§ **Description of the task**:
Tally up the lines in the following entries where the string "true" appears, and answer with the number alone.

§ **Stored items**:
def stream(frames, basis, with_max, chunk_frames, progress):
    """One pass over a NumPy array, memory map or lazy stack; returns sums, maxima, minima, reference.

    All three are in the band layout of :func:`band_rows` (``Y/k`` rows of ``k X``
    values; the sums ``(Y/k, 8, k X)``), in which :func:`solve` works too.
    """
    n, ny, nx = frames.shape
    source = getattr(frames, "memmap", None)
    if source is None and isinstance(frames, np.ndarray):
        source = frames
    frame_bytes = max(1, ny * nx * np.dtype(getattr(frames, "dtype", np.float32)).itemsize)
    if chunk_frames is None:
        if isinstance(source, np.ndarray) and source.flags.c_contiguous and _mmap_of(source)[0] is None:
            # in memory already: one call (each parallel launch ends on a barrier that a
            # busy core delays), or about 20 steps when a progress bar is shown
            chunk_frames = n if not progress else _whole_sub_blocks(-(-n // 20))
        else:
            chunk_frames = _whole_sub_blocks(_BLOCK_BYTES // frame_bytes)
    limit = getattr(frames, "max_bytes", None)
    if limit and source is None:  # a lazy reader refuses reads above its limit
        chunk_frames = min(int(chunk_frames), max(1, int(limit) // frame_bytes))
    chunk_frames = int(chunk_frames)
    k = band_rows(ny, nx, getattr(frames, "dtype", np.float32), basis.dtype)
    acc = np.empty((ny // k, N_SUMS, k * nx))    # cleared by the first block
    vmax = np.full((ny // k, k * nx), -np.inf, basis.dtype) if with_max else None
    vmin = np.full((ny // k, k * nx), np.inf, basis.dtype) if with_max else None
    ref = None
    with Progress(n, desc="lock-in", unit="frames", enabled=progress) as bar:
        for f0 in range(0, n, chunk_frames):
            f1 = min(n, f0 + chunk_frames)
            raw = source[f0:f1] if source is not None else frames[f0:f1]
            block = _kernel_block(raw)
            if ref is None:
                ref = banded(np.array(block[0], dtype=np.float64), k)
            _run_kernel(banded(block, k), basis[f0:f1], ref, acc, vmax, vmin, f0 == 0)
            if isinstance(raw, np.ndarray):
                _release(raw)
            del raw, block
            bar.advance_to(f1)
    return acc, vmax, vmin, ref
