beforeAll(async () => {
  a = await createTestWorkspace("Routes A");
  b = await createTestWorkspace("Routes B");
  home = a;
  for (const role of roles) {
    const id = a.members[role].id;
    callers.push({ who: role, role, id, leadRights: false });
  }
  for (const role of ["admin", "technician"] as const) {
    const { id } = await addMember(a.id, role);
    await testDb.db
      .update(memberships)
      .set({ leadRights: true })
      .where(and(eq(memberships.userId, id), eq(memberships.workspaceId, a.id)));
    callers.push({ who: `${role} with lead rights`, role, id, leadRights: true });
  }
});
afterAll(async () => {
  await deleteWorkspace(a.id);
  await deleteWorkspace(b.id);
  await testDb.sql.end();
});

const allows = (need: Pin["need"], c: Pick<Caller, "role" | "leadRights">) =>
  need === "signed-in" || need === "public" || can(c.role, need, c.leadRights);
const pinnedMethods = (route: string) => Object.keys(table[route] ?? {}) as Method[];
/** The methods each route is called with: its pinned ones, and HEAD for a GET (Next.js runs GET for it). */
const calledMethods = (route: string) => [...pinnedMethods(route), ...(table[route]?.GET ? ["HEAD"] : [])];
const pinOf = (route: string, method: string) =>
  table[route][(method === "HEAD" ? "GET" : method) as Method]!;
const params = (route: string, owner = a.members.engineer.id) => {
  tokenOwner = owner;
  return paramFixtures[route]?.() ?? Promise.resolve({});
};

describe("the pinned route table", () => {
  it("lists exactly the route files and the methods they export", async () => {
    const onDisk: string[] = [];
    for (const { route } of routeFiles) {
      const mod = await load(route);
      for (const method of exportable) if (mod[method]) onDisk.push(`${method} ${route}`);
    }
    const pinned = Object.keys(table).flatMap((route) => pinnedMethods(route).map((m) => `${m} ${route}`));
    expect(onDisk.sort()).toEqual(pinned.sort());
  });

  it("has a fixture for every route with parameters", () => {
    for (const route of Object.keys(table))
      if (route.includes("[")) expect(paramFixtures[route], `add a fixture for ${route}`).toBeDefined();
  });
});

for (const route of Object.keys(table)) {
  describe(route, () => {
    it("declares the guard pinned for each method", async () => {
      const mod = await load(route);
      for (const method of pinnedMethods(route)) {
        const { need, bearer } = table[route][method]!;
        const access = mod[method]?.access as Access | undefined;
        const expected: Access =
          need === "public"
            ? { public: true }
            : need === "signed-in"
              ? { signedIn: true }
              : { action: need, ...(bearer ? { bearer } : {}) };
        expect(access, `${method} ${route}`).toEqual(expected);
      }
    });

    it("answers anonymous callers 401, or the public answer", async () => {
      for (const method of calledMethods(route)) {
        const { need, ok, body } = pinOf(route, method);
        for (const { via, res } of await answersOf(route, method, { body, params: await params(route) }))
          expect(res.status, `${via}: ${method} ${route} without a session`).toBe(
            need === "public" ? ok : 401,
          );
      }
    });

    it("OPTIONS names the methods without running a handler; other methods are 405", async () => {
      const res = await dispatch(route, "OPTIONS", { params: await params(route) });
      expect(res.status).toBe(204);
      const allow = [...calledMethods(route), "OPTIONS"].sort().join(", ");
      expect(res.headers.get("allow")).toBe(allow);
      for (const method of ["GET", "POST", "PUT", "PATCH", "DELETE"].filter(
        (m) => !table[route][m as Method],
      )) {
        const other = await dispatch(route, method, { params: await params(route) });
        expect(other.status, `${method} ${route}`).toBe(405);
      }
    });

    if (Object.values(table[route]).every((p) => p.need === "public")) return;

    it("allows or refuses a session cookie of each role as the table says", async () => {
      for (const method of calledMethods(route)) {
        const { need, ok, body } = pinOf(route, method);
        for (const caller of callers) {
          const expected = allows(need, caller) ? ok : 403;
          for (const { via, res } of await answersOf(route, method, {
            cookie: await sessionCookie(caller.id, a.id),
            body,
            params: await params(route, caller.id),
          }))
            expect(res.status, `${via}: ${caller.who}: ${method} ${route}`).toBe(expected);
        }
      }
    });

    it("accepts an API token only under /api/v1, by the same table", async () => {
      for (const method of calledMethods(route)) {
        const { need, ok, body, bearer } = pinOf(route, method);
        for (const caller of callers) {
          const expected = !bearer ? 401 : allows(need, caller) ? ok : 403;
          for (const { via, res } of await answersOf(route, method, {
            bearer: await apiTokenFor(caller.id, a.id),
            body,
            params: await params(route, caller.id),
          }))
            expect(res.status, `${via}: ${caller.who} by token: ${method} ${route}`).toBe(expected);
        }
      }
    });

    const changes = pinnedMethods(route).filter((m) => unsafe.has(m));
    if (changes.length > 0)
      it("refuses a cookie-authenticated change from another site or without an Origin", async () => {
        for (const method of changes) {
          const { need, ok, body, bearer } = pinOf(route, method);
          const caller = callers.find((c) => allows(need, c))!;
          const cookie = await sessionCookie(caller.id, a.id);
          for (const origin of ["https://elsewhere.example", null]) {
            const headers: Record<string, string> = origin ? { origin } : {};
            const res = await callWithout(route, method, origin === null, {
              cookie,
              headers,
              body,
              params: await params(route, caller.id),
            });
            expect(res.status, `${method} ${route} from ${origin ?? "no origin"}`).toBe(403);
          }
          // A token is not sent by a browser on its own: the Origin does not matter to it.
          if (bearer) {
            const res = await dispatch(route, method, {
              bearer: await apiTokenFor(caller.id, a.id),
              headers: { origin: "https://elsewhere.example" },
              body,
              params: await params(route, caller.id),
            });
            expect(res.status, `${method} ${route} by token from another site`).toBe(ok);
          }
        }
      });

    if (!route.includes("[")) return;
    it("answers 404 to a member of another workspace addressing this workspace's ids in the path", async () => {
      for (const method of calledMethods(route)) {
        const { need, body } = pinOf(route, method);
        // An outsider whose role in their own workspace would allow the action: only the wall stops them.
        const role = roles.find((r) => allows(need, { role: r, leadRights: false })) ?? "admin";
        const outsider = b.members[role];
        for (const { via, res } of await answersOf(route, method, {
          cookie: await sessionCookie(outsider.id, b.id),
          body: body ?? { role: "lead" },
          params: await params(route),
        }))
          expect(res.status, `${via}: ${method} ${route} from another workspace`).toBe(404);
      }
    });
  });
}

§ **Written reply**:
4